### Problem description
Within the listing below, the lines containing "threadScenarios" are to be counted. Give the number only.

### Material for this task
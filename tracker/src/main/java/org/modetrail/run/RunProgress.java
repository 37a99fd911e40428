package org.modetrail.run;

/** Told how far a run has got; the command line prints a bar, the editor shows a strip. */
@FunctionalInterface
public interface RunProgress {
    RunProgress NONE = (done, total) -> { };

    /** {@code done} of {@code total} frame visits are finished (both passes count). */
    void frames(long done, long total);
}
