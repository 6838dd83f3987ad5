/**
 * Benchmark of the run pipeline on the demo case (cases/kestrel-island.yaml, invented):
 * - full_scenarios_per_s_thread: the kernel (sample, ride-through, frequency event, voltage,
 *   outage hours) called directly in this thread, no pool, no writer;
 * - full_scenarios_per_s_all_workers / _one_worker: runAssessment end to end (pool, ordered
 *   writes, summary, files) with all cores and with one worker;
 * - parallel_efficiency: all-workers rate over the one-worker rate of the same run (2 cores:
 *   ideal 2);
 * - pool_overhead_fraction: 1 - one-worker marginal rate / in-thread rate: what the pool,
 *   transfer, Arrow writer and summary add per scenario, the marginal rate being taken between a
 *   run of n/4 and one of n (so the fixed start-up, reported as pool_startup_s, drops out); the
 *   in-thread and one-worker runs are repeated alternately and the best of each kept;
 * - peakRssMb(n): peak memory of an n-scenario run in a child process (`peak_rss_mb_1e6` with
 *   n = 1e6; it takes n / full_scenarios_per_s_all_workers seconds);
 * - writerPeakRssMb(n): the same for the writer and summary alone on synthetic rows.
 * Timing belongs here, never in tests.
 */
import { execFileSync } from 'node:child_process';
import { mkdtempSync, rmSync } from 'node:fs';
import { availableParallelism, tmpdir } from 'node:os';
import { join } from 'node:path';
import { fileURLToPath } from 'node:url';
import { loadCase } from '../case/load.js';
import { compileKernel } from '../run/kernel.js';
import { runAssessment } from '../run/run.js';

export const demoCasePath = fileURLToPath(
  new URL('../../cases/kestrel-island.yaml', import.meta.url),
);

function seconds(t0: bigint): number {
  return Number(process.hrtime.bigint() - t0) / 1e9;
}

export async function benchPool(
  opts: { threadScenarios?: number; poolScenarios?: number; repeats?: number } = {},
): Promise<Record<string, number>> {
  const poolN = opts.poolScenarios ?? 40000;
  const threadN = opts.threadScenarios ?? poolN;
  // the in-thread and one-worker figures are taken `repeats` times, alternating, and the best
  // of each kept: on a shared machine another process only ever slows a run down
  const repeats = Math.max(1, opts.repeats ?? 2);
  const loaded = await loadCase(demoCasePath);
  const c = loaded.case;

  // in-thread kernel over the same ids as the pool runs (scenario cost varies with the id, so
  // rates over different ids do not compare); warm up the JIT on other ids first. Batches of
  // 1000 as the pool's default tasks.
  const kernel = compileKernel(c, loaded.dir, { seed: c.monteCarlo.seed });
  kernel.runBatch(10_000_000, 200);
  const threadOnce = (): number => {
    const t0 = process.hrtime.bigint();
    for (let id = 0; id < threadN; id += 1000) kernel.runBatch(id, Math.min(1000, threadN - id));
    return threadN / seconds(t0);
  };

  const dir = mkdtempSync(join(tmpdir(), 'holdfast-bench-'));
  const timeRun = async (n: number, workers: number, name: string): Promise<number> => {
    const t = process.hrtime.bigint();
    await runAssessment(loaded, { outDir: join(dir, name), scenarios: n, workers });
    return seconds(t);
  };
  try {
    const workers = availableParallelism();
    // each worker count at two sizes: the difference is the per-scenario cost without the
    // start-up (worker start, case compilation, JIT warm-up), which a long study amortises
    const small = Math.max(100, Math.round(poolN / 4 / 100) * 100);
    let threadRate = 0;
    let tOneSmall = Number.POSITIVE_INFINITY;
    let tOne = Number.POSITIVE_INFINITY;
    for (let r = 0; r < repeats; r++) {
      threadRate = Math.max(threadRate, threadOnce());
      tOneSmall = Math.min(tOneSmall, await timeRun(small, 1, `one-small-${r}`));
      tOne = Math.min(tOne, await timeRun(poolN, 1, `one-${r}`));
    }
    const tAllSmall = await timeRun(small, workers, 'all-small');
    const tAll = await timeRun(poolN, workers, 'all');
    const marginalOne = (poolN - small) / (tOne - tOneSmall);
    const marginalAll = (poolN - small) / (tAll - tAllSmall);
    const startupS = tOneSmall - small / marginalOne;
    return {
      workers,
      scenarios: poolN,
      full_scenarios_per_s_thread: threadRate,
      full_scenarios_per_s_one_worker: poolN / tOne,
      full_scenarios_per_s_one_worker_marginal: marginalOne,
      full_scenarios_per_s_all_workers: poolN / tAll,
      full_scenarios_per_s_all_workers_marginal: marginalAll,
      // the contract's figure: the same run (same ids) with all workers over one, start-up included
      parallel_efficiency: tOne / tAll,
      parallel_efficiency_marginal: marginalAll / marginalOne,
      pool_overhead_fraction: 1 - marginalOne / threadRate,
      pool_startup_s: startupS,
    };
  } finally {
    rmSync(dir, { recursive: true, force: true });
  }
}

/**
 * Peak resident memory (MB) of an n-scenario run of the demo case in a child process (all
 * workers; worker threads share the process, so their memory is included). Needs the built
 * `dist/` (it runs dist/bench/rss-child.js).
 */
export function peakRssMb(scenarios = 1_000_000): number {
  return childPeakRssMb(demoCasePath, scenarios);
}

/**
 * Peak resident memory (MB) of the main-thread half of a run at `rows` rows (writer and summary,
 * synthetic column values): `writerPeakRssMb(1e7)` shows the 10-million-row streaming bound.
 */
export function writerPeakRssMb(rows = 10_000_000): number {
  return childPeakRssMb('--writer', rows);
}

function childPeakRssMb(first: string, count: number): number {
  const child = fileURLToPath(new URL('./rss-child.js', import.meta.url));
  const dir = mkdtempSync(join(tmpdir(), 'holdfast-rss-'));
  try {
    const out = execFileSync(process.execPath, [child, first, String(count), dir], {
      encoding: 'utf8',
      maxBuffer: 1 << 20,
    });
    return (JSON.parse(out) as { peakRssMb: number }).peakRssMb;
  } finally {
    rmSync(dir, { recursive: true, force: true });
  }
}

/**
 * Why the worker copies its result instead of transferring it (worker.ts): the in-thread
 * kernel rate on ids 0..n before and after one ArrayBuffer of this isolate is detached (by a
 * transfer). It poisons the calling isolate for good, so run it in a fresh process:
 * `node -e "import('./dist/bench/pool.js').then(m=>m.benchDetachEffect()).then(console.log)"`.
 */
export async function benchDetachEffect(scenarios = 10000): Promise<Record<string, number>> {
  const loaded = await loadCase(demoCasePath);
  const c = loaded.case;
  const kernel = compileKernel(c, loaded.dir, { seed: c.monteCarlo.seed });
  kernel.runBatch(10_000_000, 200);
  const rate = (): number => {
    const t0 = process.hrtime.bigint();
    for (let id = 0; id < scenarios; id += 1000)
      kernel.runBatch(id, Math.min(1000, scenarios - id));
    return scenarios / seconds(t0);
  };
  const before = rate();
  const probe = new ArrayBuffer(8);
  structuredClone(probe, { transfer: [probe] });
  if (probe.byteLength !== 0) throw new Error('the probe buffer was not detached');
  const after = rate();
  return {
    scenarios,
    full_scenarios_per_s_thread_before_detach: before,
    full_scenarios_per_s_thread_after_detach: after,
    slowdown_fraction: 1 - after / before,
  };
}
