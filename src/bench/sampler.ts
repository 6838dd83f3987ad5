/**
 * Benchmark of the scenario sampler alone: scenarios sampled per second on one thread, for the
 * demo case (cases/kestrel-island.yaml), plus the one-off compile time of the case's tables.
 * Speed belongs here, never in a test.
 */
import { fileURLToPath } from 'node:url';
import { loadCase } from '../case/load.js';
import { compileSampler, sampleScenario } from '../sample/sampler.js';
import { Scenario } from '../sample/scenario.js';

/** Demo case, resolved from this file so it works from src/ (tsx) and dist/ alike. */
const demoCasePath = fileURLToPath(new URL('../../cases/kestrel-island.yaml', import.meta.url));

export async function benchSampler(
  casePath: string = demoCasePath,
  scenarios = 200_000,
): Promise<Record<string, number>> {
  const loaded = await loadCase(casePath);
  const c = loaded.case;
  const t0 = performance.now();
  const ctx = compileSampler(c, loaded.dir);
  const compileMs = performance.now() - t0;
  const s = new Scenario(c.sources.length, c.loads.length);
  // Warm-up so the timed loop measures optimised code.
  for (let id = 0; id < 20_000; id++) sampleScenario(ctx, c.monteCarlo.seed, id, s);
  const t1 = performance.now();
  let checksum = 0;
  for (let id = 0; id < scenarios; id++) {
    sampleScenario(ctx, c.monteCarlo.seed, id, s);
    checksum += s.gridImportKw;
  }
  const seconds = (performance.now() - t1) / 1000;
  if (!Number.isFinite(checksum)) throw new Error('sampler produced a non-finite grid import');
  return {
    scenarios_sampled_per_s: scenarios / seconds,
    sampler_us_per_scenario: (seconds * 1e6) / scenarios,
    sampler_compile_ms: compileMs,
  };
}

// Run directly: `npx tsx src/bench/sampler.ts [case.yaml]`.
if (process.argv[1] && fileURLToPath(import.meta.url) === process.argv[1]) {
  benchSampler(process.argv[2] ?? demoCasePath).then((r) => console.log(JSON.stringify(r)));
}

### Result
2